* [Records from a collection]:

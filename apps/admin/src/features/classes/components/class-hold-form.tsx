import { CLASS_MAX_WEEKS, type ClassDetail } from '@chuckkey/core';
import { zodResolver } from '@hookform/resolvers/zod';
import { useEffect, useId, useRef, useState } from 'react';
import { useForm, useWatch, type DefaultValues } from 'react-hook-form';
import { Alert } from '../../../components/ui/alert';
import { Button } from '../../../components/ui/button';
import { SelectField } from '../../../components/ui/select-field';
import { TextField } from '../../../components/ui/text-field';
import { TextLink } from '../../../components/ui/text-link';
import { useFocusedNotice } from '../../../hooks/use-focused-notice';
import { ApiError, errorMessage } from '../../../lib/api-client';
import { durationLabel, spanLabel } from '../../../lib/shop-clock';
import type { ClassRequestBody } from '../api/create-class';
import {
  classHoldFormSchema,
  classLengths,
  classRequestBody,
  planClassHold,
  type ClassHoldFormInput,
  type ClassHoldValues,
} from '../utils/class-plan';

interface Choice {
  id: string;
  name: string;
}

interface ClassHoldFormProps {
  machines: readonly Choice[];
  trainings: readonly Choice[];
  timeZone: string;
  /** The shop's date today, 'YYYY-MM-DD': the earliest a first class can be. */
  today: string;
  onHold: (body: ClassRequestBody) => Promise<ClassDetail>;
  /** Where a class just held can be looked at: its own page. */
  classHref: (classId: string) => string;
}

type FieldName = keyof ClassHoldFormInput;

/** The server speaks of the request's instants; the form of a date, a start time and a length. */
const serverFields: Record<string, FieldName> = {
  machineId: 'machineId',
  trainingId: 'trainingId',
  title: 'title',
  start: 'date',
  end: 'lengthMinutes',
  weeks: 'weeks',
  capacity: 'capacity',
};

/** Headlines for the refusals a class hold can meet; the server's sentence follows with the date. */
const refusalTitles: Record<string, string> = {
  overlap: 'The machine is already taken then',
  outside_hours: 'The shop is not open then',
};

const emptyForm: DefaultValues<ClassHoldFormInput> = {
  machineId: '',
  trainingId: '',
  title: '',
  date: '',
  startTime: '',
  lengthMinutes: '120',
  weeks: '1',
  capacity: '',
};

interface Refusal {
  title: string;
  text: string;
  code: string | undefined;
}

/**
 * Holds a machine for a class, once or on the same weekday and time for several weeks. The
 * meetings it will hold are listed, on the shop's clock, before anything is sent; a refusal
 * (the machine taken, the shop closed) is shown under the form with what was typed kept.
 */
export function ClassHoldForm({ machines, trainings, timeZone, today, onHold, classHref }: ClassHoldFormProps) {
  const [refusal, setRefusal] = useState<Refusal | null>(null);
  const [held, setHeld, heldRef] = useFocusedNotice<ClassDetail | null>(null);
  const refusalRef = useRef<HTMLDivElement>(null);
  const previewId = useId();
  const {
    register,
    control,
    handleSubmit,
    setError,
    reset,
    formState: { errors, isSubmitting },
  } = useForm<ClassHoldFormInput, unknown, ClassHoldValues>({ resolver: zodResolver(classHoldFormSchema), defaultValues: emptyForm });
  const watched = useWatch({ control });

  useEffect(() => {
    if (refusal) refusalRef.current?.focus();
  }, [refusal]);

  const draft = classHoldFormSchema.safeParse({ ...emptyForm, ...watched });
  const preview = draft.success ? planClassHold(draft.data, timeZone, new Date()) : null;

  const onSubmit = handleSubmit(async (values) => {
    setRefusal(null);
    setHeld(null);
    const plan = planClassHold(values, timeZone, new Date());
    if (!plan.ok) {
      setError(plan.field, { type: 'plan', message: plan.message }, { shouldFocus: true });
      return;
    }
    const [first] = plan.occurrences;
    if (!first) return;
    try {
      setHeld(await onHold(classRequestBody(values, first)));
      reset(emptyForm);
    } catch (error) {
      if (!(error instanceof ApiError)) {
        setRefusal({ title: "Couldn't hold the machine", text: errorMessage(error), code: undefined });
        return;
      }
      const leftovers: string[] = [];
      let focus = true;
      for (const [field, messages] of Object.entries(error.fieldErrors)) {
        const name = serverFields[field];
        if (!name) {
          leftovers.push(...messages);
          continue;
        }
        setError(name, { type: 'server', message: messages.join(' ') }, { shouldFocus: focus });
        focus = false;
      }
      if (focus || leftovers.length > 0) {
        setRefusal({
          title: refusalTitles[error.code] ?? "Couldn't hold the machine",
          text: leftovers.length > 0 ? leftovers.join(' ') : (error.detail ?? error.title),
          code: error.code,
        });
      }
    }
  });

  return (
    <form noValidate onSubmit={onSubmit} aria-label="Hold a machine for a class" className="flex flex-col gap-4">
      {held && (
        <Alert ref={heldRef} tabIndex={-1} tone="success" title="Machine held">
          {held.machineName} is held for {held.title}, {held.occurrences.length === 1 ? 'once' : `${held.occurrences.length} weeks`}.{' '}
          <TextLink to={classHref(held.id)}>Open the class to book members</TextLink>
        </Alert>
      )}
      <SelectField label="Machine" error={errors.machineId?.message} {...register('machineId')}>
        <option value="">Choose a machine</option>
        {machines.map((machine) => (
          <option key={machine.id} value={machine.id}>
            {machine.name}
          </option>
        ))}
      </SelectField>
      <SelectField label="Training (optional)" hint="The training the class teaches; members who need it are told when it runs." error={errors.trainingId?.message} {...register('trainingId')}>
        <option value="">No training</option>
        {trainings.map((training) => (
          <option key={training.id} value={training.id}>
            {training.name}
          </option>
        ))}
      </SelectField>
      <TextField label="Title" hint="Members see it in their reservations and on the wall board." autoComplete="off" maxLength={120} error={errors.title?.message} {...register('title')} />
      <div className="grid grid-cols-1 gap-4 sm:grid-cols-2">
        <TextField type="date" label="Date of the first class" min={today} error={errors.date?.message} {...register('date')} />
        <TextField type="time" label="Start time" hint={`The shop's clock (${timeZone}).`} step={60 * 15} error={errors.startTime?.message} {...register('startTime')} />
        <SelectField label="Length" error={errors.lengthMinutes?.message} {...register('lengthMinutes')}>
          {classLengths.map((minutes) => (
            <option key={minutes} value={String(minutes)}>
              {durationLabel(minutes)}
            </option>
          ))}
        </SelectField>
        <TextField
          type="number"
          inputMode="numeric"
          label="Repeat weekly for (weeks)"
          hint={`1 holds it once; up to ${CLASS_MAX_WEEKS}.`}
          min={1}
          max={CLASS_MAX_WEEKS}
          error={errors.weeks?.message}
          {...register('weeks')}
        />
        <TextField type="number" inputMode="numeric" label="Places (optional)" hint="Leave empty for no limit." min={1} error={errors.capacity?.message} {...register('capacity')} />
      </div>

      <section aria-labelledby={previewId} className="flex flex-col gap-2 rounded-md border border-neutral-300 bg-neutral-50 p-3">
        <h3 id={previewId} className="font-bold text-neutral-900">
          It will hold
        </h3>
        {!preview ? (
          <p className="text-neutral-700">Fill in the machine, title, date, start time and length to see the times it will hold.</p>
        ) : !preview.ok ? (
          <p className="text-neutral-800">{preview.message}</p>
        ) : (
          <ol aria-labelledby={previewId} className="flex flex-col gap-1 text-neutral-900">
            {preview.occurrences.map((occurrence) => (
              <li key={occurrence.start.getTime()}>{spanLabel(occurrence.start, occurrence.end, timeZone)}</li>
            ))}
          </ol>
        )}
      </section>

      <div>
        <Button type="submit" pending={isSubmitting}>
          Hold the machine
        </Button>
      </div>

      {refusal && (
        <Alert ref={refusalRef} tabIndex={-1} tone="error" title={refusal.title}>
          <span data-refusal-code={refusal.code}>{refusal.text}</span>
        </Alert>
      )}
    </form>
  );
}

* [Task goal]: Word for word, repeat every record.

* [Your solution]:
filename apps/admin/src/features/classes/components/class-hold-form.tsx
import { CLASS_MAX_WEEKS, type ClassDetail } from '@chuckkey/core';
import { zodResolver } from '@hookform/resolvers/zod';
import { useEffect, useId, useRef, useState } from 'react';
import { useForm, useWatch, type DefaultValues } from 'react-hook-form';
import { Alert } from '../../../components/ui/alert';
import { Button } from '../../../components/ui/button';
import { SelectField } from '../../../components/ui/select-field';
import { TextField } from '../../../components/ui/text-field';
import { TextLink } from '../../../components/ui/text-link';
import { useFocusedNotice } from '../../../hooks/use-focused-notice';
import { ApiError, errorMessage } from '../../../lib/api-client';
import { durationLabel, spanLabel } from '../../../lib/shop-clock';
import type { ClassRequestBody } from '../api/create-class';
import {
  classHoldFormSchema,
  classLengths,
  classRequestBody,
  planClassHold,
  type ClassHoldFormInput,
  type ClassHoldValues,
} from '../utils/class-plan';

interface Choice {
  id: string;
  name: string;
}

interface ClassHoldFormProps {
  machines: readonly Choice[];
  trainings: readonly Choice[];
  timeZone: string;
  /** The shop's date today, 'YYYY-MM-DD': the earliest a first class can be. */
  today: string;
  onHold: (body: ClassRequestBody) => Promise<ClassDetail>;
  /** Where a class just held can be looked at: its own page. */
  classHref: (classId: string) => string;
}

type FieldName = keyof ClassHoldFormInput;

/** The server speaks of the request's instants; the form of a date, a start time and a length. */
const serverFields: Record<string, FieldName> = {
  machineId: 'machineId',
  trainingId: 'trainingId',
  title: 'title',
  start: 'date',
  end: 'lengthMinutes',
  weeks: 'weeks',
  capacity: 'capacity',
};

/** Headlines for the refusals a class hold can meet; the server's sentence follows with the date. */
const refusalTitles: Record<string, string> = {
  overlap: 'The machine is already taken then',
  outside_hours: 'The shop is not open then',
};

const emptyForm: DefaultValues<ClassHoldFormInput> = {
  machineId: '',
  trainingId: '',
  title: '',
  date: '',
  startTime: '',
  lengthMinutes: '120',
  weeks: '1',
  capacity: '',
};

interface Refusal {
  title: string;
  text: string;
  code: string | undefined;
}

/**
 * Holds a machine for a class, once or on the same weekday and time for several weeks. The
 * meetings it will hold are listed, on the shop's clock, before anything is sent; a refusal
 * (the machine taken, the shop closed) is shown under the form with what was typed kept.
 */
export function ClassHoldForm({ machines, trainings, timeZone, today, onHold, classHref }: ClassHoldFormProps) {
  const [refusal, setRefusal] = useState<Refusal | null>(null);
  const [held, setHeld, heldRef] = useFocusedNotice<ClassDetail | null>(null);
  const refusalRef = useRef<HTMLDivElement>(null);
  const previewId = useId();
  const {
    register,
    control,
    handleSubmit,
    setError,
    reset,
    formState: { errors, isSubmitting },
  } = useForm<ClassHoldFormInput, unknown, ClassHoldValues>({ resolver: zodResolver(classHoldFormSchema), defaultValues: emptyForm });
  const watched = useWatch({ control });

  useEffect(() => {
    if (refusal) refusalRef.current?.focus();
  }, [refusal]);

  const draft = classHoldFormSchema.safeParse({ ...emptyForm, ...watched });
  const preview = draft.success ? planClassHold(draft.data, timeZone, new Date()) : null;

  const onSubmit = handleSubmit(async (values) => {
    setRefusal(null);
    setHeld(null);
    const plan = planClassHold(values, timeZone, new Date());
    if (!plan.ok) {
      setError(plan.field, { type: 'plan', message: plan.message }, { shouldFocus: true });
      return;
    }
    const [first] = plan.occurrences;
    if (!first) return;
    try {
      setHeld(await onHold(classRequestBody(values, first)));
      reset(emptyForm);
    } catch (error) {
      if (!(error instanceof ApiError)) {
        setRefusal({ title: "Couldn't hold the machine", text: errorMessage(error), code: undefined });
        return;
      }
      const leftovers: string[] = [];
      let focus = true;
      for (const [field, messages] of Object.entries(error.fieldErrors)) {
        const name = serverFields[field];
        if (!name) {
          leftovers.push(...messages);
          continue;
        }
        setError(name, { type: 'server', message: messages.join(' ') }, { shouldFocus: focus });
        focus = false;
      }
      if (focus || leftovers.length > 0) {
        setRefusal({
          title: refusalTitles[error.code] ?? "Couldn't hold the machine",
          text: leftovers.length > 0 ? leftovers.join(' ') : (error.detail ?? error.title),
          code: error.code,
        });
      }
    }
  });

  return (
    <form noValidate onSubmit={onSubmit} aria-label="Hold a machine for a class" className="flex flex-col gap-4">
      {held && (
        <Alert ref={heldRef} tabIndex={-1} tone="success" title="Machine held">
          {held.machineName} is held for {held.title}, {held.occurrences.length === 1 ? 'once' : `${held.occurrences.length} weeks`}.{' '}
          <TextLink to={classHref(held.id)}>Open the class to book members</TextLink>
        </Alert>
      )}
      <SelectField label="Machine" error={errors.machineId?.message} {...register('machineId')}>
        <option value="">Choose a machine</option>
        {machines.map((machine) => (
          <option key={machine.id} value={machine.id}>
            {machine.name}
          </option>
        ))}
      </SelectField>
      <SelectField label="Training (optional)" hint="The training the class teaches; members who need it are told when it runs." error={errors.trainingId?.message} {...register('trainingId')}>
        <option value="">No training</option>
        {trainings.map((training) => (
          <option key={training.id} value={training.id}>
            {training.name}
          </option>
        ))}
      </SelectField>
      <TextField label="Title" hint="Members see it in their reservations and on the wall board." autoComplete="off" maxLength={120} error={errors.title?.message} {...register('title')} />
      <div className="grid grid-cols-1 gap-4 sm:grid-cols-2">
        <TextField type="date" label="Date of the first class" min={today} error={errors.date?.message} {...register('date')} />
        <TextField type="time" label="Start time" hint={`The shop's clock (${timeZone}).`} step={60 * 15} error={errors.startTime?.message} {...register('startTime')} />
        <SelectField label="Length" error={errors.lengthMinutes?.message} {...register('lengthMinutes')}>
          {classLengths.map((minutes) => (
            <option key={minutes} value={String(minutes)}>
              {durationLabel(minutes)}
            </option>
          ))}
        </SelectField>
        <TextField
          type="number"
          inputMode="numeric"
          label="Repeat weekly for (weeks)"
          hint={`1 holds it once; up to ${CLASS_MAX_WEEKS}.`}
          min={1}
          max={CLASS_MAX_WEEKS}
          error={errors.weeks?.message}
          {...register('weeks')}
        />
        <TextField type="number" inputMode="numeric" label="Places (optional)" hint="Leave empty for no limit." min={1} error={errors.capacity?.message} {...register('capacity')} />
      </div>

      <section aria-labelledby={previewId} className="flex flex-col gap-2 rounded-md border border-neutral-300 bg-neutral-50 p-3">
        <h3 id={previewId} className="font-bold text-neutral-900">
          It will hold
        </h3>
        {!preview ? (
          <p className="text-neutral-700">Fill in the machine, title, date, start time and length to see the times it will hold.</p>
        ) : !preview.ok ? (
          <p className="text-neutral-800">{preview.message}</p>
        ) : (
          <ol aria-labelledby={previewId} className="flex flex-col gap-1 text-neutral-900">
            {preview.occurrences.map((occurrence) => (
              <li key={occurrence.start.getTime()}>{spanLabel(occurrence.start, occurrence.end, timeZone)}</li>
            ))}
          </ol>
        )}
      </section>

      <div>
        <Button type="submit" pending={isSubmitting}>
          Hold the machine
        </Button>
      </div>

      {refusal && (
        <Alert ref={refusalRef} tabIndex={-1} tone="error" title={refusal.title}>
          <span data-refusal-code={refusal.code}>{refusal.text}</span>
        </Alert>
      )}
    </form>
  );
}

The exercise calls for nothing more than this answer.